▶ Activity
In the records that follow, find each line containing "objectives" and copy it.

▶ Data to process
//! One sitting of a search: what is missing is searched on all threads, each finished cell on disk at once.

use super::folder::{RunFolder, read_cell, read_run, unplaced};
use super::illustrations::illustrations;
use super::records::{CellRecord, DesignRecord, HypervolumeReference, RunRecord, SCHEMA};
use super::same::same_run;
use super::summary::{Standing, Summary, front_hypervolume, hypervolume_reference, summarise};
use super::variant::{RunCell, Variant, VariantLabel, run_cells};
use super::work::in_order;
use super::{RunError, digest};
use crate::search::cell::{CERTIFIED_RESIDUAL, CellFront, search_cell};
use crate::search::space;
use crate::search::{Context, Spirals};
use crate::study::{Space, Study};
use crate::technology::Technology;
use std::path::{Path, PathBuf};
use std::str::FromStr;
use std::sync::atomic::{AtomicBool, AtomicU64, AtomicUsize, Ordering};
use std::sync::{Arc, Mutex, mpsc};
use std::time::{Duration, SystemTime, UNIX_EPOCH};

/// A share of a run's cells: the `index`-th (from 1) of `count`, dealt in turn.
#[derive(Debug, Clone, Copy, PartialEq, Eq)]
pub struct Part {
    /// From 1.
    pub index: usize,
    /// How many.
    pub count: usize,
}

impl Part {
    /// Cells are dealt in turn: dear ones lie side by side.
    pub fn owner(cell: usize, count: usize) -> Self {
        Self {
            index: cell % count + 1,
            count,
        }
    }
}

impl FromStr for Part {
    type Err = &'static str;

    fn from_str(text: &str) -> Result<Self, Self::Err> {
        const ALLOWED: &str = "K/N with 1 ≤ K ≤ N ≤ 100000, for example 3/16";
        let (index, count) = text.split_once('/').ok_or(ALLOWED)?;
        let number = |s: &str| s.parse::<usize>().map_err(|_| ALLOWED);
        let part = Self {
            index: number(index)?,
            count: number(count)?,
        };
        if (1..=part.count).contains(&part.index) && part.count <= 100_000 {
            Ok(part)
        } else {
            Err(ALLOWED)
        }
    }
}

impl std::fmt::Display for Part {
    fn fmt(&self, f: &mut std::fmt::Formatter<'_>) -> std::fmt::Result {
        write!(f, "{}/{}", self.index, self.count)
    }
}

/// What is asked of a sitting.
#[derive(Debug)]
pub struct Job<'a> {
    /// The study, lists and all.
    pub study: &'a Study,
    /// Its variants, in their order, at least one.
    pub variants: &'a [Variant],
    /// The run folder.
    pub out: &'a Path,
    /// Go on with a run that is there.
    pub resume: bool,
    /// A share of the cells only.
    pub part: Option<Part>,
    /// Threads; all cores when none.
    pub threads: Option<usize>,
}

/// Told what happens; called from several threads.
pub trait Observer: Sync {
    /// Work starts: cells in all, and what is finished of them.
    fn begins(&self, cells: usize, earlier: &Standing);
    /// Told twice a second while cells are searched: assessments of this sitting, those of unfinished cells too.
    fn spent(&self, evaluations: u64);
    /// A file of an earlier sitting was damaged; its cell is searched again.
    fn damaged(&self, error: &RunError);
    /// A cell is on disk.
    fn finished(&self, cell: &CellRecord);
}

/// A finished run.
#[derive(Debug)]
pub struct Finished {
    /// What the cells amount to.
    pub summary: Summary,
    /// `run.json`.
    pub record: RunRecord,
    /// The folder, still locked.
    pub folder: RunFolder,
}

fn now() -> u64 {
    SystemTime::now()
        .duration_since(UNIX_EPOCH)
        .map_or(0, |d| d.as_secs())
}

/// Searches what is missing and closes the run.
///
/// # Errors
/// [`RunError`]; whatever is finished stays on disk.
pub fn run(
    job: &Job<'_>,
    stop: &AtomicBool,
    observer: &impl Observer,
) -> Result<Finished, RunError> {
    let space = job.study.space.as_ref().ok_or(RunError::NoSpace)?;
    let mut record = new_record(job, space)?;
    let folder = if job.resume {
        let folder = RunFolder::open(job.out)?;
        same_run(job.out, &read_run(job.out)?, &record)?;
        folder
    } else {
        RunFolder::create(job.out)?
    };
    let begun = folder.write_json("run.json", &record);
    if job.resume {
        begun?;
    } else {
        begun.map_err(RunError::before_work)?;
    }

    let cells: Vec<RunCell> = run_cells(space, job.variants.len())
        .into_iter()
        .filter(|c| job.part.is_none_or(|p| p == Part::owner(c.index, p.count)))
        .collect();
    let mut missing = Vec::new();
    let mut earlier = Standing::default();
    for cell in &cells {
        match read_cell(job.out, cell.index) {
            Ok(Some(record)) => earlier.add(&record),
            Ok(None) => missing.push(*cell),
            Err(error @ RunError::Damaged { .. }) => {
                observer.damaged(&error);
                missing.push(*cell);
            }
            Err(error) => return Err(error),
        }
    }
    observer.begins(cells.len(), &earlier);
    let finished =
        earlier.cells + search_missing(job, space, &record, &folder, &missing, stop, observer)?;

    let whole = finished == cells.len();
    record.ended_because = match (whole, job.part) {
        (false, _) => "stopped",
        (true, Some(_)) => "every cell of this part searched",
        (true, None) => "every cell searched",
    }
    .into();
    if !whole {
        // First of all: a signal leaves a second, and many cells take longer to sum up.
        record.ended_unix_s = Some(now());
        record.cells_finished = finished;
        folder.write_json("run.json", &record)?;
    }
    let summary = summarise(
        &folder,
        cells.iter().map(|c| c.index),
        &job.study.search,
        &record.hypervolume_reference,
    )?;
    close(&mut record, &summary);
    folder.write_json("run.json", &record)?;
    if !whole {
        return Err(RunError::Stopped {
            path: job.out.to_owned(),
            finished,
            cells: cells.len(),
        });
    }
    if summary.front.is_empty() && job.part.is_none() {
        return Err(RunError::NothingFeasible);
    }
    illustrations(job, &folder, &summary)?;
    Ok(Finished {
        summary,
        record,
        folder,
    })
}

pub(super) fn new_record(job: &Job<'_>, space: &Space) -> Result<RunRecord, RunError> {
    let damaged = |e: serde_json::Error| RunError::Damaged {
        path: job.out.join("run.json"),
        reason: format!("cannot be written as JSON: {e}"),
    };
    let mut study = serde_json::to_value(job.study).map_err(damaged)?;
    unplaced(&mut study);
    // Technology is the outermost list.
    let listed = &job.study.sweep.technologies;
    let a_technology = job.variants.len() / listed.len().max(1);
    let technologies: Vec<Technology> = job
        .variants
        .iter()
        .step_by(a_technology.max(1))
        .take(listed.len())
        .map(|v| v.technology.clone())
        .collect();
    let first = job.variants.first().ok_or(RunError::NoSpace)?;
    let technology_hash = if technologies.is_empty() {
        digest(&first.technology)
    } else {
        digest(&technologies)
    };
    let largest = job
        .variants
        .iter()
        .map(|v| hypervolume_reference(&v.study, &v.setup, space).area_m2)
        .fold(0.0, f64::max);
    let cores = std::thread::available_parallelism().map_or(1, usize::from);
    Ok(RunRecord {
        schema: SCHEMA,
        version: env!("CARGO_PKG_VERSION").into(),
        study: job.study.clone(),
        technology: first.technology.clone(),
        technologies,
        study_hash: digest(&study).map_err(damaged)?,
        technology_hash: technology_hash.map_err(damaged)?,
        seed: job.study.search.seed,
        objectives: job.study.search.objectives.clone(),
        host_cores: cores,
        threads: job.threads.unwrap_or(cores),
        started_unix_s: now(),
        ended_unix_s: None,
        part: job.part.map(|p| p.to_string()),
        cells: space::cells(space).len() * job.variants.len(),
        cells_finished: 0,
        evaluations: 0,
        front_size: 0,
        hypervolume: 0.0,
        hypervolume_reference: HypervolumeReference { area_m2: largest },
        residuals: None,
        ended_because: "still running".into(),
    })
}

/// Time between two reports of what is spent.
const TELL_EVERY: Duration = Duration::from_millis(500);

/// Searches cells; returns how many it finished.
fn search_missing(
    job: &Job<'_>,
    space: &Space,
    record: &RunRecord,
    folder: &RunFolder,
    missing: &[RunCell],
    stop: &AtomicBool,
    observer: &impl Observer,
) -> Result<usize, RunError> {
    if missing.is_empty() {
        return Ok(0);
    }
    let pool = rayon::ThreadPoolBuilder::new()
        .num_threads(record.threads)
        .build()
        .map_err(|e| RunError::Io {
            path: PathBuf::from("threads"),
            error: std::io::Error::other(e),
        })?;
    let failed: Mutex<Option<RunError>> = Mutex::new(None);
    let finished = AtomicUsize::new(0);
    let search = |context: &Context<'_>, cell: &RunCell| {
        let Some(front) = search_cell(context, &cell.cell, stop) else {
            return;
        };
        let cell_record = cell_record(record, job.variants, cell, front);
        match folder.write_cell(&cell_record) {
            Ok(()) => {
                finished.fetch_add(1, Ordering::Relaxed);
                observer.finished(&cell_record);
            }
            Err(error) => {
                stop.store(true, Ordering::Relaxed);
                if let Ok(mut slot) = failed.lock() {
                    slot.get_or_insert(error);
                }
            }
        }
    };
    // Spirals depend on these and the space alone.
    let spirals_of = |cell: &RunCell| {
        let study = &job.variants[cell.variant].study;
        (study.technology.as_path(), study.frequency_hz.to_bits())
    };
    let spent = Arc::new(AtomicU64::new(0));
    let (working, ended) = mpsc::channel::<()>();
    std::thread::scope(|scope| {
        let told = Arc::clone(&spent);
        scope.spawn(move || {
            while ended.recv_timeout(TELL_EVERY) == Err(mpsc::RecvTimeoutError::Timeout) {
                observer.spent(told.load(Ordering::Relaxed));
            }
        });
        in_order(
            record.threads,
            missing,
            stop,
            spirals_of,
            |cell| {
                let setup = &job.variants[cell.variant].setup;
                Arc::new(pool.install(|| Spirals::new(setup, space)))
            },
            |spirals, cell| {
                let context = Context::sharing(
                    &job.variants[cell.variant].setup,
                    space,
                    &record.objectives,
                    record.seed,
                    Arc::clone(spirals),
                    Arc::clone(&spent),
                );
                search(&context, cell);
            },
        );
        drop(working);
    });
    match failed.into_inner() {
        Ok(Some(error)) => Err(error),
        _ => Ok(finished.into_inner()),
    }
}

fn cell_record(
    run: &RunRecord,
    variants: &[Variant],
    at: &RunCell,
    front: CellFront,
) -> CellRecord {
    let cell = front.cell;
    let variant = (variants.len() > 1).then(|| VariantLabel::new(&variants[at.variant]));
    let designs: Vec<DesignRecord> = front
        .points
        .into_iter()
        .enumerate()
        .map(|(place, point)| DesignRecord {
            id: format!("{:05}-{place:03}", at.index),
            cell: at.index,
            residual: point.residual,
            certified: point.residual <= CERTIFIED_RESIDUAL,
            variant: variant.clone(),
            evaluation: point.evaluation,
        })
        .collect();
    CellRecord {
        cell: at.index,
        loaded_q: cell.loaded_q,
        supply_v: cell.supply_v,
        variant,
        evaluations: front.evaluations,
        hypervolume: front_hypervolume(&run.objectives, &run.hypervolume_reference, &designs),
        designs,
    }
}

fn close(record: &mut RunRecord, summary: &Summary) {
    record.ended_unix_s = Some(now());
    record.cells_finished = summary.finished;
    record.evaluations = summary.evaluations;
    record.front_size = summary.front.len();
    record.hypervolume = summary.hypervolume;
    record.residuals = summary.residuals;
}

▶ Result of the task
        objectives: job.study.search.objectives.clone(),
                    &record.objectives,
        hypervolume: front_hypervolume(&run.objectives, &run.hypervolume_reference, &designs),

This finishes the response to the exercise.